Work order ->
Restate all of the entries verbatim.

Data to use ->
====

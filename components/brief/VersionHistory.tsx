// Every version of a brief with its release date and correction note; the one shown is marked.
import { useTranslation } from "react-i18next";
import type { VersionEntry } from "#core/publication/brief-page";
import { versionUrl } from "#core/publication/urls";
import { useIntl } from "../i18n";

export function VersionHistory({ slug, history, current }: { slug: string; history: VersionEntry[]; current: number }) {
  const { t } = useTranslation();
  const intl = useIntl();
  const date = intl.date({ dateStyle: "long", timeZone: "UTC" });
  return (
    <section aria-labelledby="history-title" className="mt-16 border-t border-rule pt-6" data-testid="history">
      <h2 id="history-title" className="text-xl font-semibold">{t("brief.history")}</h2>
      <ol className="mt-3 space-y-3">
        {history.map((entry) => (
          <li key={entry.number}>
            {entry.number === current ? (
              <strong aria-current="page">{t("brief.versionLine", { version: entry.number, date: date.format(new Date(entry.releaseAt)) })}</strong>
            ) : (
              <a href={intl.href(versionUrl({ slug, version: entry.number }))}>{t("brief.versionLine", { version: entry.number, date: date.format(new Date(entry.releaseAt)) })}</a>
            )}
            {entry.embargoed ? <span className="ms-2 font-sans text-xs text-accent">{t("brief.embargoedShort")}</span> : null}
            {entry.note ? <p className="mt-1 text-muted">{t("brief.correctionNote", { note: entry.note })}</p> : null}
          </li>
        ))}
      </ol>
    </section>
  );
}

====

Reply to the exercise ->
filename components/brief/VersionHistory.tsx
// Every version of a brief with its release date and correction note; the one shown is marked.
import { useTranslation } from "react-i18next";
import type { VersionEntry } from "#core/publication/brief-page";
import { versionUrl } from "#core/publication/urls";
import { useIntl } from "../i18n";

export function VersionHistory({ slug, history, current }: { slug: string; history: VersionEntry[]; current: number }) {
  const { t } = useTranslation();
  const intl = useIntl();
  const date = intl.date({ dateStyle: "long", timeZone: "UTC" });
  return (
    <section aria-labelledby="history-title" className="mt-16 border-t border-rule pt-6" data-testid="history">
      <h2 id="history-title" className="text-xl font-semibold">{t("brief.history")}</h2>
      <ol className="mt-3 space-y-3">
        {history.map((entry) => (
          <li key={entry.number}>
            {entry.number === current ? (
              <strong aria-current="page">{t("brief.versionLine", { version: entry.number, date: date.format(new Date(entry.releaseAt)) })}</strong>
            ) : (
              <a href={intl.href(versionUrl({ slug, version: entry.number }))}>{t("brief.versionLine", { version: entry.number, date: date.format(new Date(entry.releaseAt)) })}</a>
            )}
            {entry.embargoed ? <span className="ms-2 font-sans text-xs text-accent">{t("brief.embargoedShort")}</span> : null}
            {entry.note ? <p className="mt-1 text-muted">{t("brief.correctionNote", { note: entry.note })}</p> : null}
          </li>
        ))}
      </ol>
    </section>
  );
}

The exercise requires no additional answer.